# Songs that make you want to drive this car:



## Badfish740 (Jul 18, 2014)

I'll start:


----------



## BrotherBart (Jul 18, 2014)




----------



## Ashful (Jul 18, 2014)

Seems every time I got pulled over for speeding in my Camaro, 20-25 years ago, I was listening to Satch Boogie.  Perhaps someone can link for me... can't YouTube from my work PC.


----------



## Badfish740 (Jul 18, 2014)

Joful said:


> Seems every time I got pulled over for speeding in my Camaro, 20-25 years ago, I was listening to Satch Boogie.  Perhaps someone can link for me... can't YouTube from my work PC.


----------



## fossil (Jul 18, 2014)

I'm too old for that car.  About 3 weeks or so from taking delivery of this "old guy" version:


----------



## fossil (Jul 18, 2014)




----------



## BrotherBart (Jul 18, 2014)

Almost owned a Camaro R/S in 1967. Made the down payment and they placed the order. Two nights later I came home to an envelope laying on my dinner plate."Greetings from the President of the United States..."
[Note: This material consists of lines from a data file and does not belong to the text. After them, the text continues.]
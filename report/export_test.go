package report

import (
	"testing"
	"time"
)

// Helpers of the internal tests that the external tests (package
// report_test, which may import rig) use as well.
var (
	FindChromium = findChromium
	RunChromium  = func(t *testing.T, bin string, timeout time.Duration, args ...string) []byte {
		return runChromium(t, bin, timeout, args...)
	}
)
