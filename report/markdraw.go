package report

import (
	"image/color"
	"math"

	"gonum.org/v1/plot"
	"gonum.org/v1/plot/font"
	"gonum.org/v1/plot/text"
	"gonum.org/v1/plot/vg"
	"gonum.org/v1/plot/vg/draw"
)

// Fill colours of the bands behind the time plots: translucent so the
// curves stay readable through them, and each band is also labelled in
// words, so nothing is told by colour alone.
var (
	bandPush  = color.NRGBA{R: 0xe0, G: 0x90, B: 0x20, A: 0x40}
	bandFault = color.NRGBA{R: 0x6a, G: 0x3d, B: 0x9a, A: 0x40}
	markSeg   = color.RGBA{R: 0x6b, G: 0x5a, B: 0x3c, A: 0xff}
)

// band is a shaded stretch of time with the words drawn at its top.
type band struct {
	window
	fill color.Color
	// row staggers the labels of overlapping bands: 0 at the top, 1 below.
	row int
	// strip draws the band as a labelled strip along the top edge, in
	// lane row, with dashed lines where it switches on and off, instead of
	// filling the plot's height: a fault that lasts the whole run would
	// otherwise tint every curve.
	strip bool
}

// timeMarks draws what happened behind a time plot: shaded bands (pushes,
// faults, slip episodes), a dotted line with a label where the walker
// reached a new terrain segment, and a thin line per alarm coloured by
// severity. It has no data range, so it never changes a plot's axes.
type timeMarks struct {
	bands  []band
	segs   []segmentMark
	alarms []alarmLine
}

// markFont is the small text of the mark labels.
var markFont = font.From(sansFont, 7.5)

// stripLane is the height of one lane of fault strips; faults take lanes
// in turn, up to maxStripLanes (a fifth shares the first lane).
const (
	stripLane     = vg.Length(7.5 * 1.5)
	maxStripLanes = 4
)

// Plot implements plot.Plotter.
func (m *timeMarks) Plot(c draw.Canvas, p *plot.Plot) {
	trX, _ := p.Transforms(&c)
	inside := func(x vg.Length) bool { return x >= c.Min.X-0.5 && x <= c.Max.X+0.5 }
	sty := text.Style{Color: color.RGBA{R: 0x33, G: 0x33, B: 0x33, A: 0xff}, Font: markFont, Handler: p.Title.TextStyle.Handler}
	edge := draw.LineStyle{Color: color.NRGBA{R: 0x6a, G: 0x3d, B: 0x9a, A: 0xb0}, Width: vg.Points(0.8), Dashes: []vg.Length{vg.Points(3), vg.Points(2)}}
	for _, b := range m.bands {
		if !b.strip {
			continue
		}
		lane := stripLane
		top := c.Max.Y - lane*vg.Length(b.row)
		x0, x1 := trX(b.from), trX(b.until)
		for _, x := range []vg.Length{x0, x1} {
			if inside(x) && x > c.Min.X+0.5 && x < c.Max.X-0.5 {
				c.StrokeLine2(edge, x, c.Min.Y, x, c.Max.Y)
			}
		}
		x0, x1 = vg.Length(math.Max(float64(x0), float64(c.Min.X))), vg.Length(math.Min(float64(x1), float64(c.Max.X)))
		if x1 < x0 {
			continue
		}
		x1 = max(x1, x0+1.5)
		c.FillPolygon(b.fill, []vg.Point{{X: x0, Y: top - lane}, {X: x1, Y: top - lane}, {X: x1, Y: top}, {X: x0, Y: top}})
		c.FillText(sty, vg.Point{X: x0 + 2, Y: top - lane + sty.Font.Size*0.35}, b.label)
	}
	// A label is written only where it does not run into the one before
	// it in the same row: a run that slips at every step still gets one
	// band per slip, and labels as often as they fit.
	lastLabel := map[int]vg.Length{}
	for _, b := range m.bands {
		if b.strip {
			continue
		}
		x0, x1 := trX(b.from), trX(b.until)
		x0, x1 = vg.Length(math.Max(float64(x0), float64(c.Min.X))), vg.Length(math.Min(float64(x1), float64(c.Max.X)))
		if x1 < x0 {
			continue
		}
		if x1-x0 < 1.5 {
			x1 = x0 + 1.5 // a one-tick push stays visible
		}
		c.FillPolygon(b.fill, []vg.Point{{X: x0, Y: c.Min.Y}, {X: x1, Y: c.Min.Y}, {X: x1, Y: c.Max.Y}, {X: x0, Y: c.Max.Y}})
		if last, ok := lastLabel[b.row]; b.label != "" && inside(x0) && (!ok || x0 > last) {
			y := c.Max.Y - sty.Font.Size*(1.2+1.2*vg.Length(b.row))
			c.FillText(sty, vg.Point{X: x0 + 2, Y: y}, b.label)
			lastLabel[b.row] = x0 + 2 + sty.Width(b.label) + 4
		}
	}
	for _, a := range m.alarms {
		x := trX(a.t)
		if !inside(x) {
			continue
		}
		col := color.NRGBAModel.Convert(severityColor(a.severity)).(color.NRGBA)
		col.A = 0x80
		c.StrokeLine2(draw.LineStyle{Color: col, Width: vg.Points(0.8)}, x, c.Min.Y, x, c.Max.Y)
	}
	segLine := draw.LineStyle{Color: markSeg, Width: vg.Points(0.9), Dashes: []vg.Length{vg.Points(1.5), vg.Points(2)}}
	for _, s := range m.segs {
		x := trX(s.t)
		if !inside(x) {
			continue
		}
		c.StrokeLine2(segLine, x, c.Min.Y, x, c.Max.Y)
		c.FillText(sty, vg.Point{X: x + 2, Y: c.Min.Y + 2}, s.label())
	}
}

// marksFor builds the marks of one time plot from what the view found;
// slips adds the slip episodes of the given feet (only the friction plots
// shade them; elsewhere they would hide the curves for no reason).
func marksFor(v *view, slips ...int) *timeMarks {
	m := &timeMarks{segs: v.segMarks, alarms: v.alarmLines}
	for i, w := range v.faults {
		m.bands = append(m.bands, band{window: w, fill: bandFault, row: i % maxStripLanes, strip: true})
	}
	for _, w := range mergeWindows(v.pushes, v.markGap) {
		m.bands = append(m.bands, band{window: w, fill: bandPush, row: 0})
	}
	for _, f := range slips {
		fill := color.NRGBAModel.Convert(lineColors[f]).(color.NRGBA)
		fill.A = 0x38
		for _, w := range mergeWindows(v.slips[f], v.markGap) {
			w.label = "slip " + footNames[f]
			m.bands = append(m.bands, band{window: w, fill: fill, row: f})
		}
	}
	return m
}

// marksCaption says in words what the marks on the time plots mean; the
// page prints it once, above the plots.
func marksCaption(v *view) string {
	s := ""
	if len(v.segMarks) > 0 {
		s += "Dotted brown lines: the walker's first contact with a new terrain segment (its μs and slope written beside). "
	}
	if len(v.pushes) > 0 {
		s += "Orange bands labelled push: a push force acted on the hip. "
	}
	if len(v.faults) > 0 {
		s += "Purple strips along the top, labelled with the fault's kind, between dashed purple lines where it switches on and off: a scenario fault was active. "
	}
	if len(v.slips[0]) > 0 || len(v.slips[1]) > 0 {
		s += "Bands labelled slip left or slip right (on the force, utilization and alarm plots): that foot was sliding. "
	}
	if len(v.alarmLines) > 0 {
		s += "Thin vertical lines: alarms, coloured by severity as on the alarm timeline. "
	}
	if s == "" {
		return "Nothing to mark on the time axes: one terrain segment, no pushes, faults or alarms."
	}
	return "Marks on the time axes. " + s
}

// mergeWindows joins windows less than gap apart: closer than that they
// are one band on the page anyway (gap is about a pixel of the time axis),
// and a long run that slips at every step then draws a band per slip
// rather than thousands of overlapping ones.
func mergeWindows(ws []window, gap float64) []window {
	if len(ws) < 2 || !(gap > 0) {
		return ws
	}
	out := []window{ws[0]}
	for _, w := range ws[1:] {
		last := &out[len(out)-1]
		if w.from-last.until < gap {
			last.until = math.Max(last.until, w.until)
			continue
		}
		out = append(out, w)
	}
	return out
}
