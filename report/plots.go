package report

import (
	"bytes"
	"fmt"
	"image/color"
	"math"
	"regexp"
	"sort"
	"strings"

	"gonum.org/v1/plot"
	"gonum.org/v1/plot/font"
	"gonum.org/v1/plot/plotter"
	"gonum.org/v1/plot/vg"
	"gonum.org/v1/plot/vg/draw"
	"gonum.org/v1/plot/vg/vgsvg"
)

// Our own plain palette: a dark blue and a burnt orange for the two legs
// (they stay apart for the common forms of colour blindness), a green and a
// purple for further joints, a neutral grey for limits and reference lines.
var (
	colLeft    = color.RGBA{R: 0x1f, G: 0x4e, B: 0x8c, A: 0xff}
	colRight   = color.RGBA{R: 0xc0, G: 0x5a, B: 0x12, A: 0xff}
	colThird   = color.RGBA{R: 0x2e, G: 0x7d, B: 0x32, A: 0xff}
	colFourth  = color.RGBA{R: 0x6a, G: 0x3d, B: 0x9a, A: 0xff}
	colLimit   = color.RGBA{R: 0x55, G: 0x55, B: 0x55, A: 0xff}
	colGround  = color.RGBA{R: 0x8a, G: 0x7a, B: 0x5c, A: 0xff}
	colBody    = color.RGBA{R: 0x30, G: 0x30, B: 0x30, A: 0xff}
	lineColors = []color.Color{colLeft, colRight, colThird, colFourth}
)

// severityColor gives the marker colour of an alarm severity. Unknown
// severities are drawn in the neutral grey rather than refused: a report
// must still render when a newer recorder adds a level.
func severityColor(sev string) color.Color {
	switch strings.ToLower(sev) {
	case "info", "note", "notice":
		return color.RGBA{R: 0x4a, G: 0x7f, B: 0xb5, A: 0xff}
	case "warning", "warn":
		return color.RGBA{R: 0xd9, G: 0x9a, B: 0x00, A: 0xff}
	case "error", "critical", "trip", "fatal":
		return color.RGBA{R: 0xb3, G: 0x1b, B: 0x1b, A: 0xff}
	default:
		return colLimit
	}
}

// severityRank orders severities for the legend, mildest first.
func severityRank(sev string) int {
	switch strings.ToLower(sev) {
	case "info", "note", "notice":
		return 0
	case "warning", "warn":
		return 1
	case "error", "critical", "trip", "fatal":
		return 2
	default:
		return 3
	}
}

// line is one curve on a time plot, held as plain slices so the plotting
// code does not depend on how a run folder stores its columns.
type line struct {
	label  string
	x, y   []float64
	color  color.Color
	dashed bool
	width  vg.Length
}

// plotStats says how much a decimated plot drew out of what it was given;
// the caption repeats it so a reader knows whether the plot is thinned.
type plotStats struct {
	recorded int  // samples per line before thinning (longest line)
	drawn    int  // points per line after thinning (most of any line)
	thinned  bool // some line had more finite samples than its budget
}

func (s plotStats) caption() string {
	switch {
	case s.recorded == 0:
		return "No telemetry samples to draw."
	case !s.thinned:
		return fmt.Sprintf("Every recorded sample drawn (%d per line).", s.recorded)
	default:
		return fmt.Sprintf("Thinned for drawing: at most %d of %d samples per line, keeping the least and greatest value of each short time bucket, so peaks and dips are not lost.",
			s.drawn, s.recorded)
	}
}

var sansFont = font.Font{Typeface: "Liberation", Variant: "Sans"}

// newPlot makes a plot with our text style: sans-serif, modest sizes.
func newPlot(title, xLabel, yLabel string) *plot.Plot {
	p := plot.New()
	p.Title.Text = title
	p.Title.TextStyle.Font = font.From(sansFont, 12)
	p.X.Label.Text = xLabel
	p.Y.Label.Text = yLabel
	for _, ax := range []*plot.Axis{&p.X, &p.Y} {
		ax.Label.TextStyle.Font = font.From(sansFont, 10)
		ax.Tick.Label.Font = font.From(sansFont, 9)
		ax.Tick.Marker = niceTicks{}
	}
	p.Legend.TextStyle.Font = font.From(sansFont, 9)
	p.Legend.Top = true
	p.Legend.Left = false
	p.Add(plotter.NewGrid())
	return p
}

// brokenLine draws one series as several polylines, one per run of
// finite samples. One plotter per series (rather than one plotter.Line per
// run) keeps the plot's layout work and allocations independent of how
// often the series breaks.
type brokenLine struct {
	runs  []run
	style draw.LineStyle
	// pts is reused between runs while drawing.
	pts []vg.Point
}

// Plot implements plot.Plotter.
func (l *brokenLine) Plot(c draw.Canvas, p *plot.Plot) {
	trX, trY := p.Transforms(&c)
	for _, r := range l.runs {
		l.pts = l.pts[:0]
		for i := range r.x {
			l.pts = append(l.pts, vg.Point{X: trX(r.x[i]), Y: trY(r.y[i])})
		}
		if len(l.pts) == 1 {
			// A lone sample still shows, as a dot-sized stroke.
			l.pts = append(l.pts, vg.Point{X: l.pts[0].X + l.style.Width/2, Y: l.pts[0].Y})
		}
		c.StrokeLines(l.style, c.ClipLinesXY(l.pts)...)
	}
}

// DataRange implements plot.DataRanger.
func (l *brokenLine) DataRange() (xmin, xmax, ymin, ymax float64) {
	xmin, ymin = math.Inf(1), math.Inf(1)
	xmax, ymax = math.Inf(-1), math.Inf(-1)
	for _, r := range l.runs {
		for i := range r.x {
			xmin, xmax = math.Min(xmin, r.x[i]), math.Max(xmax, r.x[i])
			ymin, ymax = math.Min(ymin, r.y[i]), math.Max(ymax, r.y[i])
		}
	}
	return xmin, xmax, ymin, ymax
}

// Thumbnail implements plot.Thumbnailer, for the legend.
func (l *brokenLine) Thumbnail(c *draw.Canvas) {
	y := c.Center().Y
	c.StrokeLine2(l.style, c.Min.X, y, c.Max.X, y)
}

// linePlot draws time series, each thinned to at most about maxPoints
// points and broken where a value is missing (NaN). It leaves headroom
// above the data for the legend, so the legend never hides a peak.
//
// under are drawn first, beneath the lines (the marks of what happened).
func linePlot(title, xLabel, yLabel string, lines []line, maxPoints int, under ...plot.Plotter) (*plot.Plot, plotStats, error) {
	p := newPlot(title, xLabel, yLabel)
	for _, u := range under {
		if u != nil {
			p.Add(u)
		}
	}
	var st plotStats
	ylo, yhi := math.Inf(1), math.Inf(-1)
	entries := 0
	for _, ln := range lines {
		runs, kept, finite := decimateRuns(ln.x, ln.y, maxPoints)
		st.recorded = max(st.recorded, min(len(ln.x), len(ln.y)))
		st.drawn = max(st.drawn, kept)
		st.thinned = st.thinned || kept < finite
		if kept == 0 {
			continue
		}
		bl := &brokenLine{runs: runs, style: draw.LineStyle{Color: ln.color, Width: vg.Points(1)}}
		if ln.width > 0 {
			bl.style.Width = ln.width
		}
		if ln.dashed {
			bl.style.Dashes = []vg.Length{vg.Points(4), vg.Points(3)}
		}
		_, _, lo, hi := bl.DataRange()
		ylo, yhi = math.Min(ylo, lo), math.Max(yhi, hi)
		p.Add(bl)
		if ln.label != "" {
			p.Legend.Add(ln.label, bl)
			entries++
		}
	}
	if ylo <= yhi {
		h := yhi - ylo
		if h == 0 {
			h = math.Max(math.Abs(yhi), 1)
		}
		p.Y.Min = ylo - 0.03*h
		p.Y.Max = yhi + h*(0.03+0.085*float64(entries))
	}
	return p, st, nil
}

// span returns the smallest and largest finite value of v, or (0, 1) when
// there is none, so a reference line always has a range to cover.
func span(v []float64) (lo, hi float64) {
	lo, hi = math.Inf(1), math.Inf(-1)
	for _, x := range v {
		if math.IsNaN(x) || math.IsInf(x, 0) {
			continue
		}
		lo = math.Min(lo, x)
		hi = math.Max(hi, x)
	}
	if lo > hi {
		return 0, 1
	}
	return lo, hi
}

// svgHeader matches what vgsvg writes before the <svg> element: an XML
// declaration and a generator comment, both out of place inside HTML.
var svgHeader = regexp.MustCompile(`(?s)^\s*<\?xml[^>]*\?>\s*(<!--.*?-->\s*)?`)

// renderSVG draws p into memory as SVG and returns markup ready to inline
// in HTML: no XML prolog, the given id, class "plot", and an accessible
// label. Sizes are in points; CSS scales the element to the page width.
func renderSVG(p *plot.Plot, w, h vg.Length, id, label string) (string, error) {
	c := vgsvg.New(w, h)
	p.Draw(draw.New(c))
	var buf bytes.Buffer
	if _, err := c.WriteTo(&buf); err != nil {
		return "", fmt.Errorf("render %s: %w", id, err)
	}
	out := svgHeader.ReplaceAllString(buf.String(), "")
	if !strings.HasPrefix(out, "<svg ") {
		return "", fmt.Errorf("render %s: unexpected SVG output starting %.40q", id, out)
	}
	attrs := fmt.Sprintf(`<svg id="%s" class="plot" role="img" aria-label="%s" `, htmlAttr(id), htmlAttr(label))
	return attrs + strings.TrimPrefix(out, "<svg "), nil
}

// htmlAttr escapes s for use inside a double-quoted attribute.
func htmlAttr(s string) string {
	r := strings.NewReplacer(`&`, "&amp;", `"`, "&quot;", `<`, "&lt;", `>`, "&gt;")
	return r.Replace(s)
}

// alarmMark is one alarm or event on the timeline.
type alarmMark struct {
	t        float64
	kind     string
	severity string
}

// alarmTimeline draws one row per alarm kind, time on x, one marker per
// alarm coloured by severity. With no alarms it still draws the empty time
// axis, titled so, because "nothing happened" is a result worth showing.
// The severity legend is left to the page (see severityLegend): inside the
// plot it would cover the markers at the end of the run, where a trip is.
//
// under is drawn beneath the markers (the marks of what happened).
func alarmTimeline(marks []alarmMark, t0, t1 float64, under plot.Plotter) (*plot.Plot, error) {
	title := "Alarm timeline"
	if len(marks) == 0 {
		title = "Alarm timeline: no alarms raised"
	}
	p := newPlot(title, "time (s)", "")
	if under != nil {
		p.Add(under)
	}
	p.X.Min, p.X.Max = t0, math.Max(t1, t0+1e-3)
	kinds := map[string]int{}
	var names []string
	for _, m := range marks {
		if _, ok := kinds[m.kind]; !ok {
			kinds[m.kind] = 0
			names = append(names, m.kind)
		}
	}
	sort.Strings(names)
	for i, n := range names {
		kinds[n] = i
	}
	bySev := map[string]plotter.XYs{}
	for _, m := range marks {
		if math.IsNaN(m.t) || math.IsInf(m.t, 0) {
			continue
		}
		bySev[m.severity] = append(bySev[m.severity], plotter.XY{X: m.t, Y: float64(kinds[m.kind])})
	}
	sevs := make([]string, 0, len(bySev))
	for s := range bySev {
		sevs = append(sevs, s)
	}
	sortSeverities(sevs)
	for _, s := range sevs {
		sc, err := plotter.NewScatter(bySev[s])
		if err != nil {
			return nil, fmt.Errorf("alarm timeline, severity %q: %w", s, err)
		}
		sc.GlyphStyle.Color = severityColor(s)
		sc.GlyphStyle.Radius = vg.Points(3.5)
		sc.GlyphStyle.Shape = draw.CircleGlyph{}
		p.Add(sc)
	}
	p.Y.Min, p.Y.Max = -0.7, math.Max(float64(len(names))-0.3, 0.7)
	p.Y.Tick.Marker = rowTicks(names)
	p.Y.Padding = 0
	return p, nil
}

// sortSeverities orders severity names from the mildest to the most severe
// (unknown words last), alphabetically within a rank, so the timeline's
// markers and its legend list the severities in the same order.
func sortSeverities(sevs []string) {
	sort.Slice(sevs, func(i, j int) bool {
		ri, rj := severityRank(sevs[i]), severityRank(sevs[j])
		if ri != rj {
			return ri < rj
		}
		return sevs[i] < sevs[j]
	})
}

// legendItem is one swatch of a legend drawn by the page.
type legendItem struct {
	Color string // CSS colour, #rrggbb
	Label string
}

// severityLegend lists the severities present in marks, mildest first.
func severityLegend(marks []alarmMark) []legendItem {
	seen := map[string]bool{}
	var sevs []string
	for _, m := range marks {
		if !seen[m.severity] {
			seen[m.severity] = true
			sevs = append(sevs, m.severity)
		}
	}
	sortSeverities(sevs)
	items := make([]legendItem, 0, len(sevs))
	for _, s := range sevs {
		label := s
		if label == "" {
			label = "(no severity)"
		}
		items = append(items, legendItem{Color: cssColor(severityColor(s)), Label: label})
	}
	return items
}

// cssColor writes c as #rrggbb.
func cssColor(c color.Color) string {
	r, g, b, _ := c.RGBA()
	return fmt.Sprintf("#%02x%02x%02x", r>>8, g>>8, b>>8)
}

// rowTicks labels integer rows with the alarm kind names.
type rowTicks []string

// Ticks implements plot.Ticker.
func (r rowTicks) Ticks(min, max float64) []plot.Tick {
	ts := make([]plot.Tick, 0, len(r))
	for i, n := range r {
		ts = append(ts, plot.Tick{Value: float64(i), Label: n})
	}
	return ts
}
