package report

import (
	"fmt"
	"math"
	"strings"

	"gaitrig/record"
	"gaitrig/scenarios"
)

// This file works out WHEN things happened, from the run folder alone, so
// every time plot can be marked with them: the walker reaching a new terrain
// segment, pushes, faults switching on and off, slip episodes and alarms.
// Drawing the marks is marksPlotter's job (markdraw.go).

// window is a stretch of simulated time [from, until] with a label.
type window struct {
	from, until float64
	label       string
}

// segmentMark is the moment the walker first touched a terrain segment.
type segmentMark struct {
	t     float64
	index int // segment index in the manifest's terrain, from 0
	seg   terrainSeg
}

// label says which segment began and what ground it is, in the words a
// reader compares with the scenario file.
func (s segmentMark) label() string {
	return fmt.Sprintf("seg %d: μs %s, %s°", s.index, fmtFloat(s.seg.muS), fmtFloat(s.seg.slope*180/math.Pi))
}

// segmentEntries finds, for every terrain segment after the first, the
// first tick at which a foot in contact with the ground (mode not free)
// had its contact point on that segment or beyond. The boundary is where
// the walker met the new ground, which is what a reader looks for in the
// plots; the terrain's x alone would not say when. A segment the walker
// never reached gets no mark; a foot that skips a short segment marks it
// at the same tick as the next one.
//
// t, contactX and mode are the telemetry columns (contactX and mode per
// foot); free is the mode code of a foot in the air.
func segmentEntries(segs []terrainSeg, t []float64, contactX [2][]float64, mode [2][]int, free int) []segmentMark {
	if len(segs) < 2 {
		return nil
	}
	var out []segmentMark
	next := 1 // the segment whose entry is looked for
	for i := range t {
		for f := 0; f < 2 && next < len(segs); f++ {
			if i >= len(contactX[f]) || i >= len(mode[f]) || mode[f][i] == free {
				continue
			}
			x := contactX[f][i]
			for next < len(segs) && x >= segs[next].x0 {
				out = append(out, segmentMark{t: t[i], index: next, seg: segs[next]})
				next++
			}
		}
		if next >= len(segs) {
			break
		}
	}
	return out
}

// windowsWhere returns the runs of consecutive ticks for which on(i) holds,
// each as a window from the first such tick's time to the last one's. A
// lone tick gives a window of zero length, which the drawing widens to a
// visible sliver.
func windowsWhere(t []float64, on func(i int) bool, label string) []window {
	var out []window
	start := -1
	for i := range t {
		if on(i) {
			if start < 0 {
				start = i
			}
			continue
		}
		if start >= 0 {
			out = append(out, window{from: t[start], until: t[i-1], label: label})
			start = -1
		}
	}
	if start >= 0 {
		out = append(out, window{from: t[start], until: t[len(t)-1], label: label})
	}
	return out
}

// pushWindows returns the ticks on which a push force acted on the hip,
// from the push_x_n and push_y_n columns: what the loop really applied,
// including pushes timed by a step number, which the scenario alone cannot
// place in time.
func pushWindows(t, px, py []float64) []window {
	return windowsWhere(t, func(i int) bool {
		return (i < len(px) && px[i] != 0 && !math.IsNaN(px[i])) || (i < len(py) && py[i] != 0 && !math.IsNaN(py[i]))
	}, "push")
}

// slipWindows returns the episodes in which one foot's contact mode was
// sliding. It reads only the mode column, which schema 2 run folders have
// always had, so the shading does not depend on how a recorder writes the
// utilization of a sliding foot.
func slipWindows(t []float64, mode []int, sliding int) []window {
	if sliding < 0 {
		return nil
	}
	return windowsWhere(t, func(i int) bool { return i < len(mode) && mode[i] == sliding }, "slip")
}

// modeCode returns the code the manifest gives a contact-mode word, or -1
// when the manifest does not name it. Schema 1 folders and manifests that
// leave the list out use the loop's fixed order free, rolling, sliding.
func modeCode(modes []string, word string) int {
	if len(modes) == 0 {
		modes = []string{"free", "rolling", "sliding"}
	}
	for i, m := range modes {
		if m == word {
			return i
		}
	}
	return -1
}

// faultWindows reads the scenario text the manifest carries with the
// scenarios package (the same loader the run used, so a fault means here
// what it meant to the loop) and returns when each sensor and link fault
// was active. Pushes are left out: pushWindows takes them from the
// telemetry. tEnd closes faults that last to the end of the run. A text
// that no longer loads (written by an older gaitrig, or empty) gives no
// windows and a note saying why, so the report still renders.
func faultWindows(name, text string, tEnd float64) ([]window, string) {
	if strings.TrimSpace(text) == "" {
		return nil, "The manifest carries no scenario text, so faults are not marked on the time axes."
	}
	sc, err := scenarios.Parse(name+" (scenario text in the manifest)", []byte(text))
	if err != nil {
		msg := err.Error()
		if i := strings.IndexByte(msg, '\n'); i >= 0 {
			msg = msg[:i] + " …"
		}
		return nil, "The scenario text in the manifest does not load in this version of gaitrig, so faults are not marked on the time axes: " + msg
	}
	var out []window
	for _, f := range sc.Faults {
		switch f.Kind {
		case scenarios.FaultPush:
			continue
		case scenarios.FaultFreeze:
			out = append(out, window{from: f.AtS, until: f.AtS + f.ForS, label: "freeze " + f.Sensor})
		default:
			until := f.UntilS
			if until == 0 {
				until = math.Max(tEnd, f.FromS)
			}
			out = append(out, window{from: f.FromS, until: until, label: f.Kind})
		}
	}
	return out, ""
}

// alarmLine is one alarm drawn across the time plots.
type alarmLine struct {
	t        float64
	severity string
}

// alarmLines picks the alarms (not the plain information events) to draw on
// the time plots, keeping at most one per severity within minGap of the
// last kept one, so a run that warns every tick does not paint the plots
// solid; the alarm timeline still shows every one.
func alarmLines(marks []alarmMark, minGap float64) []alarmLine {
	var out []alarmLine
	last := map[string]float64{}
	for _, m := range marks {
		if m.severity == string(record.Info) || math.IsNaN(m.t) || math.IsInf(m.t, 0) {
			continue
		}
		if lt, ok := last[m.severity]; ok && m.t-lt < minGap {
			continue
		}
		last[m.severity] = m.t
		out = append(out, alarmLine{t: m.t, severity: m.severity})
	}
	return out
}

// Event kinds whose values carry a friction demand (the plant's words, as
// hil records them; see hil/alarmkinds.go).
const (
	kindImpactSlip    = "impact_slip"
	kindFrictionLimit = "friction_limit"
)

// demandMark is a friction demand an event reports: the utilization the
// gait asked of a foot at an instant.
type demandMark struct {
	t      float64
	foot   int // 0 left, 1 right, -1 unknown
	demand float64
}

// demandsOf reads the friction demands out of the events: at a heel strike
// that slips, the impulse ratio |Λ_t|/Λ_n over μs (the utilization an
// impulse asks for, which no tick row holds: the impact happens inside a
// tick); at a friction-limit alarm, the utilization it reports. They are
// drawn on the utilization plot so a slip that the rows cannot show still
// reaches above 1.0.
func demandsOf(events []record.Event) []demandMark {
	var out []demandMark
	for _, e := range events {
		val, okV := e.Values["value"]
		lim, okL := e.Values["limit"]
		d := math.NaN()
		switch e.Kind {
		case kindImpactSlip:
			if okV && okL && lim > 0 {
				d = val / lim
			}
		case kindFrictionLimit:
			if okV {
				d = val
			}
		}
		if math.IsNaN(d) || math.IsInf(d, 0) {
			continue
		}
		foot := -1
		for i, n := range footNames {
			if e.Foot == n {
				foot = i
			}
		}
		out = append(out, demandMark{t: e.T, foot: foot, demand: d})
	}
	return out
}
When they gave me the down payment back they let me keep the pretty keychain.


----------



## DevilsBrew (Jul 18, 2014)

Driving at night


----------



## gzecc (Jul 19, 2014)

I can't drive that car. I'm mostly Italian heritage.


----------



## WES999 (Jul 19, 2014)

This one goes to 11


See you on the road!


----------



## DBNH22 (Jul 21, 2014)

First of all, if you're going to be driving that car you're probably going to want to grow out a mullet if you don't already have one.

Then I imagine you'd be listening to something like this:


----------



## Jags (Jul 21, 2014)

Joful said:


> I was listening to Satch Boogie.



Surfing with the alien was another one that made my right foot start twitching. My 73 challenger had/has one of the early competition stereos in it ( I was big into that stuff when it first came about in San Dog).  Rip the knob off and blast down the 805.


----------



## ironpony (Jul 21, 2014)

that car makes me want to gouge my own eyes out.................


----------



## Ashful (Jul 21, 2014)

ironpony said:


> that car makes me want to gouge my own eyes out.................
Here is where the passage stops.